Cosa resta dunque di tutta la storia dell’analfabetismo funzionale, dopo che la si è sottoposta a un’indagine più rigorosa? Ben poco. Semplicemente, nell’Italia contemporanea ci sono nella popolazione vari gradi di competenza lessicale, matematica, logica, proprio come avviene in molti altri Paesi; chi è messo peggio avrebbe solo da guadagnarci, naturalmente, a cavarsela meglio, ma non è tagliato fuori dalla vita sociale, se non per quanto riguarda una piccolissima minoranza composta soprattutto da anziani con problemi mentali; il problema sembra collegato alla condizione socio-economico generale del Paese e dunque, presumibilmente, alla qualità del suo sistema scolastico e universitario.

Sicuramente pensare che esista una statistica clamorosa che “spiega” tutto ciò che non ci piace nella gente è molto rassicurante per un certo tipo di persone. Dà, specialmente al ceto medio moderatamente progressista (l’elettorato tipico del PD milanese, per capirci), la compiaciuta certezza di essere dalla parte della ragione per motivi antropologico-genetici. Che questo tipo di argomentazioni, tipicamente di destra (e infatti ovunque collegate al razzismo e all’odio verso il proletariato “cavernicolo”, i chav britannici o la racaille francese), abbiano sfondato perlomeno nel centrosinistra e talvolta anche a sinistra, è un’ennesima prova del fatto che esiste un grosso problema in Italia: la sinistra di destra.

Abolizione del suffragio universale: «A 50 anni suonati non conoscete la differenza tra 'e' ed 'è' ma pensate di comprendere i virus e la medicina.»

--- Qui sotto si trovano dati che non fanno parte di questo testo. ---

describe("text that is hostile only when run is stored verbatim and stays inert", () => {
  it("script tags and SQL metacharacters in names are stored as written and served as JSON text", async () => {
    ran.push("script tags and SQL metacharacters in names");
    const commit = await commitOf("script-and-sql-names.csv", NAME_ONLY);
    const res = await commit();
    expect(res.status, JSON.stringify(res.body)).toBe(200);
    const expected = Papa.parse<string[]>(fixture("script-and-sql-names.csv").toString("utf8").trim()).data.slice(1).map((r) => r[0]);
    expect(expected).toContain("Quotella'); DROP TABLE taxa; -- (invented)");
    const listed = await cast.people.viewer.agent.get(`/api/studies/${study.studyId}/taxa`).query({ pageSize: "500", sort: "name" });
    expect(listed.headers["content-type"]).toMatch(/^application\/json/);
    expect(listed.headers["x-content-type-options"]).toBe("nosniff");
    const names = (listed.body.rows as Array<{ name: string }>).map((r) => r.name);
    for (const name of expected) expect(names).toContain(name);
    // The table is still there, and the names are text in it.
    const stored = await app.ctx.db.execute(sql`SELECT name FROM taxa WHERE study_id = ${study.studyId} AND name = ${"Quotella'); DROP TABLE taxa; -- (invented)"}`);
    expect(stored.rows).toHaveLength(1);
  });

  it("LIKE wildcards in a name search match only themselves", async () => {
    ran.push("LIKE wildcards in a name search");
    const search = async (text: string) =>
      ((await cast.people.viewer.agent.get(`/api/studies/${study.studyId}/taxa`).query({ filter: `name:contains:${text}` })).body.rows as Array<{ name: string }>).map((r) => r.name);
    expect(await search("%")).toEqual(["Percentella 100% (invented)"]);
    expect(await search("_")).toEqual(["Lineella_under (invented)"]);
    expect(await search("\\")).toEqual(["Backslashella \\ (invented)"]);
    expect(await search("'); DROP")).toEqual(["Quotella'); DROP TABLE taxa; -- (invented)"]);
  });

  it("a Windows-1252 file and a UTF-16 file with a byte-order mark are read with the right letters", async () => {
    ran.push("Windows-1252 and UTF-16 files");
    for (const [file, names] of [
      ["windows-1252.csv", ["Cañonella (invented)", "Müllerina (invented)"]],
      ["utf16le-with-bom.csv", ["Sedecima æquata (invented)"]],
    ] as const) {
      const upload = await uploadAs(fixture(file), file);
      expect(upload.status, JSON.stringify(upload.body)).toBe(201);
      const res = await cast.people.owner.agent
        .post(`/api/studies/${study.studyId}/imports/${upload.body.import.id}/commit`)
        .send({ mapping: NAME_ONLY, skipInvalid: false });
      expect(res.status, JSON.stringify(res.body)).toBe(200);
      for (const name of names) {
        const found = await cast.people.viewer.agent.get(`/api/studies/${study.studyId}/taxa`).query({ filter: `name:eq:${name}` });
        expect(found.body.rows.map((r: { name: string }) => r.name), file).toEqual([name]);
      }
    }
  });

  it("a file name that climbs out of the upload folder is kept as a name only", async () => {
    ran.push("a file name with ../ in it");
    // Written by hand: a form library would strip the path before sending it.
    const boundary = "hostile-boundary-7f3a";
    const body = Buffer.from(
      `--${boundary}\r\nContent-Disposition: form-data; name="file"; filename="../../../escaped.csv"\r\nContent-Type: text/csv\r\n\r\nname\nScandens (invented)\n\r\n--${boundary}--\r\n`,
    );
    const res = await cast.people.owner.agent.post(`/api/studies/${study.studyId}/imports`).set("Content-Type", `multipart/form-data; boundary=${boundary}`).send(body);
    expect(res.status, JSON.stringify(res.body)).toBe(201);
    expect(res.body.import.fileName).not.toMatch(/[\\/]/);
    expect(res.body.import.fileName).toMatch(/escaped\.csv$/);
    const stored = await app.ctx.db.execute(sql`SELECT stored_path FROM imports WHERE id = ${res.body.import.id}`);
    const storedPath = (stored.rows[0] as { stored_path: string }).stored_path;
    expect(dirname(storedPath)).toBe(resolve(uploadDir));
    expect(storedPath).toMatch(/\/[0-9a-f-]{36}\.csv$/);
    expect(existsSync(resolve(uploadDir, "../../../escaped.csv"))).toBe(false);
  });

  describe("formula cells are stored verbatim and neutralised in every CSV export", () => {
    let runId: string;

    it("in the taxa export", async () => {
      ran.push("formula cells in the taxa export");
      const commit = await commitOf("formula-cells.csv");
      const res = await commit();
      expect(res.status, JSON.stringify(res.body)).toBe(200);
      expect(res.body.createdCount).toBe(9);
      const hyperlink = '=HYPERLINK("http://attacker.invalid/?leak="&A1,"Open")';
      const found = await cast.people.viewer.agent.get(`/api/studies/${study.studyId}/taxa`).query({ filter: "name:contains:HYPERLINK" });
      expect(found.body.rows.map((r: { name: string }) => r.name)).toEqual([hyperlink]);

      const exported = await cast.people.viewer.agent.get(`/api/studies/${study.studyId}/exports/taxa.csv`);
      expect(exported.status).toBe(200);
      expect(exported.headers["content-type"]).toMatch(/^text\/csv/);
      const text = exported.text;
      expect(formulaCells(text)).toEqual([]);
      const cells = Papa.parse<string[]>(text.trim()).data.flat();
      // A leading apostrophe keeps the text as text (OWASP, "CSV Injection").
      for (const cell of [
        `'${hyperlink}`,
        "'+Formulella plus (invented)",
        "'-Formulella minus (invented)",
        "'@SUM(Formulella) (invented)",
        "'=cmd|' /C calc'!A0",
        "'=1+2",
        "';=1+1 Formulella semicolon (invented)",
        "'|Formulella pipe (invented)",
        "'\uFF1D1+1 Formulella full-width (invented)",
        "'\uFF0BInvented clade C",
        "Formulella;=1+1 mid-cell (invented)",
      ]) {
        expect(cells).toContain(cell);
      }
    });

    it("in a run's export", async () => {
      ran.push("formula cells in a run export");
      // The person who starts the run has a formula for a name too; it appears as created_by.
      const starter = cast.people.analyst.agent;
      const renamed = await starter.patch("/api/auth/me").send({ name: '=HYPERLINK("http://attacker.invalid","Me")' });
      expect(renamed.status, JSON.stringify(renamed.body)).toBe(200);
      const created = await starter.post(`/api/studies/${study.studyId}/runs`).send({
        name: '=HYPERLINK("http://attacker.invalid","Open run")',
        boundaries: [{ boundaryMa: 66 }],
        traits: [{ traitId: study.trait.environment.id }],
      });
      expect(created.status, JSON.stringify(created.body)).toBe(202);
      runId = created.body.id;
      let run = created.body;
      for (let i = 0; i < 300 && (run.status === "queued" || run.status === "running"); i++) {
        await new Promise((r) => setTimeout(r, 100));
        run = (await cast.people.viewer.agent.get(`/api/studies/${study.studyId}/runs/${runId}`)).body;
      }
      expect(run.status, run.error ?? "").toBe("succeeded");
      expect(run.name).toBe('=HYPERLINK("http://attacker.invalid","Open run")');
      const exported = await cast.people.viewer.agent.get(`/api/studies/${study.studyId}/runs/${runId}/export`).query({ format: "csv" });
      expect(exported.status).toBe(200);
      expect(formulaCells(exported.text)).toEqual([]);
      const cells = Papa.parse<string[]>(exported.text.trim()).data.flat();
      expect(cells).toContain(`'=HYPERLINK("http://attacker.invalid","Open run")`);
      expect(cells).toContain(`'=HYPERLINK("http://attacker.invalid","Me")`);
    });

    it("in a comparison's export", async () => {
      ran.push("formula cells in a comparison export");
      const owner = cast.people.owner.agent;
      const upload = await owner.post(`/api/studies/${study.studyId}/modern-list-uploads`).attach("file", fixture("modern-list-formula-species.csv"), "formula-species.csv");
      expect(upload.status, JSON.stringify(upload.body)).toBe(201);
      const list = await owner
        .post(`/api/studies/${study.studyId}/modern-list-uploads/${upload.body.upload.id}/commit`)
        .send({ mapping: { name: "species", category: "status", traitColumns: ["environment"] }, name: "+Formula species (invented)", skipInvalid: false });
      expect(list.status, JSON.stringify(list.body)).toBe(201);
      const crosswalk = await owner
        .put(`/api/studies/${study.studyId}/modern-lists/${list.body.id}/crosswalk`)
        .send({ pairs: [{ traitId: study.trait.environment.id, column: "environment", states: { marine: "marine", nonmarine: "nonmarine" } }] });
      expect(crosswalk.status, JSON.stringify(crosswalk.body)).toBe(200);
      const comparison = await owner.post(`/api/studies/${study.studyId}/comparisons`).send({ name: "@Comparison (invented)", listId: list.body.id, runId });
      expect(comparison.status, JSON.stringify(comparison.body)).toBe(201);
      const exported = await cast.people.viewer.agent.get(`/api/studies/${study.studyId}/comparisons/${comparison.body.id}/export`).query({ format: "csv" });
      expect(exported.status).toBe(200);
      expect(formulaCells(exported.text)).toEqual([]);
      const cells = Papa.parse<string[]>(exported.text.trim()).data.flat();
      for (const cell of [`'=HYPERLINK("http://attacker.invalid","Open") (invented)`, "'+Modernella plus (invented)", "'-Modernella minus (invented)", "'@Modernella at (invented)"]) {
        expect(cells).toContain(cell);
      }
    });
  });
});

Idee di destra espresse in una pagina che si reputa di sinistra, con tanto di arcobaleno LGBT nell’avatar: abolire il suffragio universale (fascismo o monarchia assoluta), dileggio del popolo che fa errori ortofragici, proibizione per le masse di discutere di questioni di Sanità pubblica durante una pandemia

Il modo più chiaro e netto per schierarsi correttamente quando si sente parlare di analfabetismo funzionale è dire: basta parlare degli analfabeti funzionali! Tagliando con l’accetta: gli analfabeti funzionali non esistono! Più ironicamente: chi parla di analfabetismo funzionale è un analfabeta funzionale! L’analfabetismo funzionale non spiega nulla di significativo sulla società italiana e quindi è una categoria da non utilizzare. Sforzandosi di usarne altre più fondate probabilmente si produrranno analisi più profonde.